Wednesday, December 01, 2004

Story tellers and their Big Birds...

Once upon a time there were some story tellers, so they told stories to other people. These story tellers were different. They called themselves scientists and expected their stories to be taken as true because....they called themselves scientists. They changed their stories as often as they wanted to but always expected each one to be taken seriously. For as long as it was science then it was true, or at least pretty close to being true.

They called one of their stories the tree down theory. One story teller made it up. He said, "Once upon a time there was a group of avian ancestors and they kept jumping from tree to tree. They jumped and jumped. They were quite jumpy little fellows. In the course of time they kept jumping and some fell down and died. The others did not stop jumping and eventually enough were killed that only the best jumpers were left. Oh, that's right. Just having good jumpers is not enough because a lot of things still jump in trees pretty good. Well, among the best jumpers they started growing one lil' feather and then another lil' feather! ....and their lil' arms, they started just a-changin'. Yep, the bone structure just went all different like. Then, their lil' lungs started to breathe on the in and the out so that they could get enough air. ...and their lil' mammalian lips, they started going harder and harder, like a lil' beak! Well...finally, one day, they just flew, flew on away!"
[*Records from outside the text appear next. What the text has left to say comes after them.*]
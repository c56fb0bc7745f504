import { existsSync } from 'node:fs';
import { setTimeout as sleep } from 'node:timers/promises';
import { fileURLToPath } from 'node:url';
import { describe, expect, it } from 'vitest';
import { formExposures } from '../../../shared-core/linalg/symmetric-eigen.js';
import { tridiagonalForm } from '../../../shared-core/linalg/tridiagonal-form.js';
import { createSecondThread } from '../../../src-main/compute/second-thread.js';
import { createTridiagonalAhead } from '../../../src-main/compute/tridiagonal-ahead.js';
import { computeThreadScript, sameBits, seededCovariance } from './seeded.js';

/**
 * The reduction started ahead on the helper thread (holdfast solve solves meanwhile) gives the
 * calling thread's form bit for bit.
 */
const script = computeThreadScript;
const covariance = (t: number, n: number) => seededCovariance(t, n, 13);

describe('the tridiagonal reduction started ahead (src-main/compute)', () => {
  it.runIf(existsSync(fileURLToPath(script)))(
    'once the thread is up, the helper reduces while the caller goes on, and the form equals the one-thread form exactly',
    async () => {
      const thread = createSecondThread(script);
      const ahead = createTridiagonalAhead({ thread, minSize: 0 });
      const s = covariance(400, 160);
      expect(ahead.start(s)).toBeUndefined(); // not started: nothing is handed over
      thread.start();
      for (let k = 0; k < 400 && !thread.ready(); k++) await sleep(10);
      const a = tridiagonalForm(s);
      // The caller goes on meanwhile (a sleep here); a helper that has not begun by the wait is
      // taken back, so a loaded machine may need another try.
      let b = a;
      for (let attempt = 1; attempt <= 10 && ahead.stats.byHelper === 0; attempt++) {
        const wait = ahead.start(s)!;
        expect(wait).toBeTypeOf('function');
        await sleep(50 * attempt);
        b = wait();
        expect(wait()).toBe(b); // waited for once
        for (const key of ['diagonal', 'offDiagonal', 'halfNorms', 'reflectors'] as const)
          expect(sameBits(a[key], b[key]), key).toBe(true);
      }
      expect(ahead.stats.byHelper).toBe(1);
      // The helper's recorded QL: the effective bets' exposures replay it, with the same bits.
      expect(b.rotations).toBeDefined();
      const w = Array.from({ length: 160 }, (_, i) => (i % 3) / 160);
      const [x, y] = [formExposures(a, w), formExposures(b, w)];
      expect(Array.from(y.exposures).every((v, i) => Object.is(v, x.exposures[i]))).toBe(true);
      // Outside [minSize, maxSize) the caller reduces synchronously (undefined here).
      const bounded = createTridiagonalAhead({ thread, minSize: 200, maxSize: 300 });
      expect(bounded.start(s)).toBeUndefined();
      expect(bounded.start(covariance(400, 300))).toBeUndefined();
    },
  );

  it('without the compiled helper script nothing is started', () => {
    const alone = createTridiagonalAhead({ script: new URL('file:///nonexistent/thread.js'), minSize: 0 });
    expect(alone.start(covariance(80, 30))).toBeUndefined();
  });
});
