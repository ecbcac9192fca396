package org.loopledger.kernel.session;

import java.util.ArrayList;
import java.util.List;
import java.util.Optional;

/**
 * Everything one cell produced, stream pieces of the same stream merged when adjacent; {@link #error()}
 * is the failure that ended the cell, if any (it is also the last output).
 */
public record CellResult(List<CellOutput> outputs) {
    public CellResult {
        outputs = List.copyOf(outputs);
    }

    public Optional<CellOutput.Error> error() {
        return outputs.stream().filter(o -> o instanceof CellOutput.Error).map(o -> (CellOutput.Error) o).reduce((a, b) -> b);
    }

    public boolean ok() {
        return error().isEmpty();
    }

    /** Collects outputs, merging adjacent pieces of one stream. Thread-safe. */
    static final class Collector implements OutputListener {
        private final List<CellOutput> outputs = new ArrayList<>();
        private final OutputListener downstream;

        Collector(OutputListener downstream) {
            this.downstream = downstream;
        }

        @Override
        public synchronized void output(CellOutput o) {
            int last = outputs.size() - 1;
            if (o instanceof CellOutput.Stream s && last >= 0 && outputs.get(last) instanceof CellOutput.Stream p && p.name().equals(s.name())) {
                outputs.set(last, new CellOutput.Stream(s.name(), p.text() + s.text()));
            } else {
                outputs.add(o);
            }
            try {
                downstream.output(o);
            } catch (RuntimeException e) {
                System.err.println("loopledger: an output listener failed: " + e);
            }
        }

        synchronized CellResult result() {
            return new CellResult(outputs);
        }
    }
}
Another story teller said, "Man that is one of the dumbest things I have ever heard! Here, let me try...." For the story tellers did disagree with each other as long as it was the same type of story, in the end.

"Once opon a time there were some dinosaurs. They curled up when they slept and looked like a lil' bird. So, that means that birds came from dinosaurs! Here is how it happened. Their lil' scales just changed a little here and a little there until they became one lil' feather and then another lil' feather. Then, they jumped in the air some. They were jumpy too, all jumpy. Some of the ones that could not jump high enough died and the ones that could jump high lived. So they jumped higher and higher! Well, their bones switched around and their arms began to grow up out their back instead. Their hearts and lungs switched all around too. They began to flap the arms that grew up out their back, here a little and there a little, flap, flap. They kept on jumping, the jumpy dinosaurs. Finally, one day they flew up, up and on away, as a Big Bird!"

The other replied, "You just watched Sesame Street, is all. I still like my story about things jumping out of trees and killing themselves enough times that they flew away one day."

To which the second said, "Well, at least we can agree that our mommy Nature did it somehow. Otherwise we might have to tell a story about how some sort of Father God created things. And the divisiveness of that. I have the urge to merge!"

"Me too, what else can we try to merge together? I like my mommy Nature, she will merge everything for me."

For the real problem with these story tellers is that they are geeks. In reading the text of Nature and all the jots and tittles of it, they want only titillating tittles and refuse to read the jots. For the discrimination, the divisiveness and separation of the jots must be avoided for people of their psychology, regardless what the truth is.

But the truth is that you cannot necessarily just make up a Big Bird or a Big Rat. (see comments section) Putting lil' feathers on a T-Rex does not mean that birds came from dinosaurs, even if dinosaurs did have feathers. There are ancient paintings, carvings, engravings and the like that indicate "dragons" did look like birds in some ways. But evolutionists do not believe in ancient knowledge because all ancient peoples were just a bunch of primitives, I suppose. They seem quite smart about some things for being so primitive. Not to mention the fact that there is no explanation for innate mental structures and the pattern of universal prejudices that seem written in them.

2 comments:

mynym said...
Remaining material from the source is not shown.